● YOUR OBJECTIVE
Could you return the listing below exactly, with every line intact?

● RECORDS FOR THE EXERCISE
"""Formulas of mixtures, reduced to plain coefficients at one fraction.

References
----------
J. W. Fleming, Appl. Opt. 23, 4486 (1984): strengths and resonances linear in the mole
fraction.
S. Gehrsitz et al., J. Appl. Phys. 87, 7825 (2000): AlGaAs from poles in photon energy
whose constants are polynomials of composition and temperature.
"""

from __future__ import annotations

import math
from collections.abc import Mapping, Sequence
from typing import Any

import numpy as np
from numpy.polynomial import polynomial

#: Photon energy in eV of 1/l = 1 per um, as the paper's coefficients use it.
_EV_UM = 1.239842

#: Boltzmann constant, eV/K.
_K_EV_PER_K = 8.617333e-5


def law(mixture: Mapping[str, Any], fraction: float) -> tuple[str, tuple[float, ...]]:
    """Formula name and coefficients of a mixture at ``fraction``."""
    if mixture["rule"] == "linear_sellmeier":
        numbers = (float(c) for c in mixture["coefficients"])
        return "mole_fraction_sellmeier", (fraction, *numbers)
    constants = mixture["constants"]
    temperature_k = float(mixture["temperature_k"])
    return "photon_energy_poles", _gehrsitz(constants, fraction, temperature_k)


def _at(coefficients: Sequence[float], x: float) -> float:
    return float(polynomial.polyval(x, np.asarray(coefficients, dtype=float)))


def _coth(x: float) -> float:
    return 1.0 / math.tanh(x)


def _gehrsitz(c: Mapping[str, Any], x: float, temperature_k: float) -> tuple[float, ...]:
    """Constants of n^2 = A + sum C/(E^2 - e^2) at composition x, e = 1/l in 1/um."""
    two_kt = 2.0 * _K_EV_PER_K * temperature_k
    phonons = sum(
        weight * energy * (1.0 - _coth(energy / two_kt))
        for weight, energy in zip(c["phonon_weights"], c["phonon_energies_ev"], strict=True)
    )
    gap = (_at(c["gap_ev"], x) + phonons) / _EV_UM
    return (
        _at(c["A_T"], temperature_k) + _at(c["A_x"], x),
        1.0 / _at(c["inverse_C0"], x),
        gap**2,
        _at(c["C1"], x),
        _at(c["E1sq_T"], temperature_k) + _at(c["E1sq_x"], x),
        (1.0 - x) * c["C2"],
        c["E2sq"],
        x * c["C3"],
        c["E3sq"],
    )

● EXERCISE OUTPUT
"""Formulas of mixtures, reduced to plain coefficients at one fraction.

References
----------
J. W. Fleming, Appl. Opt. 23, 4486 (1984): strengths and resonances linear in the mole
fraction.
S. Gehrsitz et al., J. Appl. Phys. 87, 7825 (2000): AlGaAs from poles in photon energy
whose constants are polynomials of composition and temperature.
"""

from __future__ import annotations

import math
from collections.abc import Mapping, Sequence
from typing import Any

import numpy as np
from numpy.polynomial import polynomial

#: Photon energy in eV of 1/l = 1 per um, as the paper's coefficients use it.
_EV_UM = 1.239842

#: Boltzmann constant, eV/K.
_K_EV_PER_K = 8.617333e-5


def law(mixture: Mapping[str, Any], fraction: float) -> tuple[str, tuple[float, ...]]:
    """Formula name and coefficients of a mixture at ``fraction``."""
    if mixture["rule"] == "linear_sellmeier":
        numbers = (float(c) for c in mixture["coefficients"])
        return "mole_fraction_sellmeier", (fraction, *numbers)
    constants = mixture["constants"]
    temperature_k = float(mixture["temperature_k"])
    return "photon_energy_poles", _gehrsitz(constants, fraction, temperature_k)


def _at(coefficients: Sequence[float], x: float) -> float:
    return float(polynomial.polyval(x, np.asarray(coefficients, dtype=float)))


def _coth(x: float) -> float:
    return 1.0 / math.tanh(x)


def _gehrsitz(c: Mapping[str, Any], x: float, temperature_k: float) -> tuple[float, ...]:
    """Constants of n^2 = A + sum C/(E^2 - e^2) at composition x, e = 1/l in 1/um."""
    two_kt = 2.0 * _K_EV_PER_K * temperature_k
    phonons = sum(
        weight * energy * (1.0 - _coth(energy / two_kt))
        for weight, energy in zip(c["phonon_weights"], c["phonon_energies_ev"], strict=True)
    )
    gap = (_at(c["gap_ev"], x) + phonons) / _EV_UM
    return (
        _at(c["A_T"], temperature_k) + _at(c["A_x"], x),
        1.0 / _at(c["inverse_C0"], x),
        gap**2,
        _at(c["C1"], x),
        _at(c["E1sq_T"], temperature_k) + _at(c["E1sq_x"], x),
        (1.0 - x) * c["C2"],
        c["E2sq"],
        x * c["C3"],
        c["E3sq"],
    )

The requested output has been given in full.